Render every entry exactly as it appears.

#### MATERIAL SUPPLIED

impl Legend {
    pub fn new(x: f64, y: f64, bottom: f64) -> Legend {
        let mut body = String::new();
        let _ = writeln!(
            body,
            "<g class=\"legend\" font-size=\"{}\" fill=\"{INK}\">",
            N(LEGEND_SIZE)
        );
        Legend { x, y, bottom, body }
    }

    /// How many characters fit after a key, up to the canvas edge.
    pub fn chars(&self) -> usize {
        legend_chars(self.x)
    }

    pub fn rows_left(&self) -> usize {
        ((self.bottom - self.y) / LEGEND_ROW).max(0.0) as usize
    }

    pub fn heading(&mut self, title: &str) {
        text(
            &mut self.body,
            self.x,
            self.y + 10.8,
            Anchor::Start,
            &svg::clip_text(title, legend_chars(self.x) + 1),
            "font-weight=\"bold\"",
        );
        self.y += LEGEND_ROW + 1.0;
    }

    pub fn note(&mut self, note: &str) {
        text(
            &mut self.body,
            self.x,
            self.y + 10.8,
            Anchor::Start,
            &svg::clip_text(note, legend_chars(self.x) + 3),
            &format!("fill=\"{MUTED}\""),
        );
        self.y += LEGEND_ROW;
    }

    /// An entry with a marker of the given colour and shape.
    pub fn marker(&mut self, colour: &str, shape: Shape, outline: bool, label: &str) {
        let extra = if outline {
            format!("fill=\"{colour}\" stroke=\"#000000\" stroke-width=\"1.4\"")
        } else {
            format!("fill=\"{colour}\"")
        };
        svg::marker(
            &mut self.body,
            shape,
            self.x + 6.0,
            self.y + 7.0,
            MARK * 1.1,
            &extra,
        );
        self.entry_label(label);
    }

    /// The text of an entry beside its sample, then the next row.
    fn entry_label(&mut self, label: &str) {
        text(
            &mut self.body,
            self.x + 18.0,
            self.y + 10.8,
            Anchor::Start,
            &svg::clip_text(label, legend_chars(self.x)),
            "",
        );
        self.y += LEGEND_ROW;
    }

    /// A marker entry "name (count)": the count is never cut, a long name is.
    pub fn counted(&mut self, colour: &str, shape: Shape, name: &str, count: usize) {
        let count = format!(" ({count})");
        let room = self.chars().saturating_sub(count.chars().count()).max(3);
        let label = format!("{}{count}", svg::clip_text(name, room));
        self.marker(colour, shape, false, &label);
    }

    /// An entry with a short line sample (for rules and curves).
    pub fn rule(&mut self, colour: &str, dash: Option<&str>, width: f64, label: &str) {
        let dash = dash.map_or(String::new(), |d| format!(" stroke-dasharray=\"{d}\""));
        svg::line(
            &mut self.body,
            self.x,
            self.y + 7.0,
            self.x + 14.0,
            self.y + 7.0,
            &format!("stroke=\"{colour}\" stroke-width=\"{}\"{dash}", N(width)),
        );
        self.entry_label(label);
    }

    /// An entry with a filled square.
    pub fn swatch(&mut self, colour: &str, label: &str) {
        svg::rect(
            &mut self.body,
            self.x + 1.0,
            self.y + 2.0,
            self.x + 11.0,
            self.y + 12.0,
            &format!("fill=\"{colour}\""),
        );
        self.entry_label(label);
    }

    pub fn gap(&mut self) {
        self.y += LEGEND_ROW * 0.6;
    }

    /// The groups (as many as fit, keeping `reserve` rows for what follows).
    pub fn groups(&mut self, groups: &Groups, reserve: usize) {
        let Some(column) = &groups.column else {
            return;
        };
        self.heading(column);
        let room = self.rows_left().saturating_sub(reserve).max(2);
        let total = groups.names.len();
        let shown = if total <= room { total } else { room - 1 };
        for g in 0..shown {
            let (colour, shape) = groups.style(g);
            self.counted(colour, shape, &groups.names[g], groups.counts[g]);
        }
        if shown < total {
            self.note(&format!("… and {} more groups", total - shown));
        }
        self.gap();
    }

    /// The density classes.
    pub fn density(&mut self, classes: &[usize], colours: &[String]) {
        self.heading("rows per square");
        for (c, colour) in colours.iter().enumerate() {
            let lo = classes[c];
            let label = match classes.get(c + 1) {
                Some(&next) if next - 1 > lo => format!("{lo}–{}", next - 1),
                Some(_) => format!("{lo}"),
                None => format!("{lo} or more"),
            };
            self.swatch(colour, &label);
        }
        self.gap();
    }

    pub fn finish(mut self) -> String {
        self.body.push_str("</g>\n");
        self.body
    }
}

########

» THE COMPLETED TASK:
impl Legend {
    pub fn new(x: f64, y: f64, bottom: f64) -> Legend {
        let mut body = String::new();
        let _ = writeln!(
            body,
            "<g class=\"legend\" font-size=\"{}\" fill=\"{INK}\">",
            N(LEGEND_SIZE)
        );
        Legend { x, y, bottom, body }
    }

    /// How many characters fit after a key, up to the canvas edge.
    pub fn chars(&self) -> usize {
        legend_chars(self.x)
    }

    pub fn rows_left(&self) -> usize {
        ((self.bottom - self.y) / LEGEND_ROW).max(0.0) as usize
    }

    pub fn heading(&mut self, title: &str) {
        text(
            &mut self.body,
            self.x,
            self.y + 10.8,
            Anchor::Start,
            &svg::clip_text(title, legend_chars(self.x) + 1),
            "font-weight=\"bold\"",
        );
        self.y += LEGEND_ROW + 1.0;
    }

    pub fn note(&mut self, note: &str) {
        text(
            &mut self.body,
            self.x,
            self.y + 10.8,
            Anchor::Start,
            &svg::clip_text(note, legend_chars(self.x) + 3),
            &format!("fill=\"{MUTED}\""),
        );
        self.y += LEGEND_ROW;
    }

    /// An entry with a marker of the given colour and shape.
    pub fn marker(&mut self, colour: &str, shape: Shape, outline: bool, label: &str) {
        let extra = if outline {
            format!("fill=\"{colour}\" stroke=\"#000000\" stroke-width=\"1.4\"")
        } else {
            format!("fill=\"{colour}\"")
        };
        svg::marker(
            &mut self.body,
            shape,
            self.x + 6.0,
            self.y + 7.0,
            MARK * 1.1,
            &extra,
        );
        self.entry_label(label);
    }

    /// The text of an entry beside its sample, then the next row.
    fn entry_label(&mut self, label: &str) {
        text(
            &mut self.body,
            self.x + 18.0,
            self.y + 10.8,
            Anchor::Start,
            &svg::clip_text(label, legend_chars(self.x)),
            "",
        );
        self.y += LEGEND_ROW;
    }

    /// A marker entry "name (count)": the count is never cut, a long name is.
    pub fn counted(&mut self, colour: &str, shape: Shape, name: &str, count: usize) {
        let count = format!(" ({count})");
        let room = self.chars().saturating_sub(count.chars().count()).max(3);
        let label = format!("{}{count}", svg::clip_text(name, room));
        self.marker(colour, shape, false, &label);
    }

    /// An entry with a short line sample (for rules and curves).
    pub fn rule(&mut self, colour: &str, dash: Option<&str>, width: f64, label: &str) {
        let dash = dash.map_or(String::new(), |d| format!(" stroke-dasharray=\"{d}\""));
        svg::line(
            &mut self.body,
            self.x,
            self.y + 7.0,
            self.x + 14.0,
            self.y + 7.0,
            &format!("stroke=\"{colour}\" stroke-width=\"{}\"{dash}", N(width)),
        );
        self.entry_label(label);
    }

    /// An entry with a filled square.
    pub fn swatch(&mut self, colour: &str, label: &str) {
        svg::rect(
            &mut self.body,
            self.x + 1.0,
            self.y + 2.0,
            self.x + 11.0,
            self.y + 12.0,
            &format!("fill=\"{colour}\""),
        );
        self.entry_label(label);
    }

    pub fn gap(&mut self) {
        self.y += LEGEND_ROW * 0.6;
    }

    /// The groups (as many as fit, keeping `reserve` rows for what follows).
    pub fn groups(&mut self, groups: &Groups, reserve: usize) {
        let Some(column) = &groups.column else {
            return;
        };
        self.heading(column);
        let room = self.rows_left().saturating_sub(reserve).max(2);
        let total = groups.names.len();
        let shown = if total <= room { total } else { room - 1 };
        for g in 0..shown {
            let (colour, shape) = groups.style(g);
            self.counted(colour, shape, &groups.names[g], groups.counts[g]);
        }
        if shown < total {
            self.note(&format!("… and {} more groups", total - shown));
        }
        self.gap();
    }

    /// The density classes.
    pub fn density(&mut self, classes: &[usize], colours: &[String]) {
        self.heading("rows per square");
        for (c, colour) in colours.iter().enumerate() {
            let lo = classes[c];
            let label = match classes.get(c + 1) {
                Some(&next) if next - 1 > lo => format!("{lo}–{}", next - 1),
                Some(_) => format!("{lo}"),
                None => format!("{lo} or more"),
            };
            self.swatch(colour, &label);
        }
        self.gap();
    }

    pub fn finish(mut self) -> String {
        self.body.push_str("</g>\n");
        self.body
    }
}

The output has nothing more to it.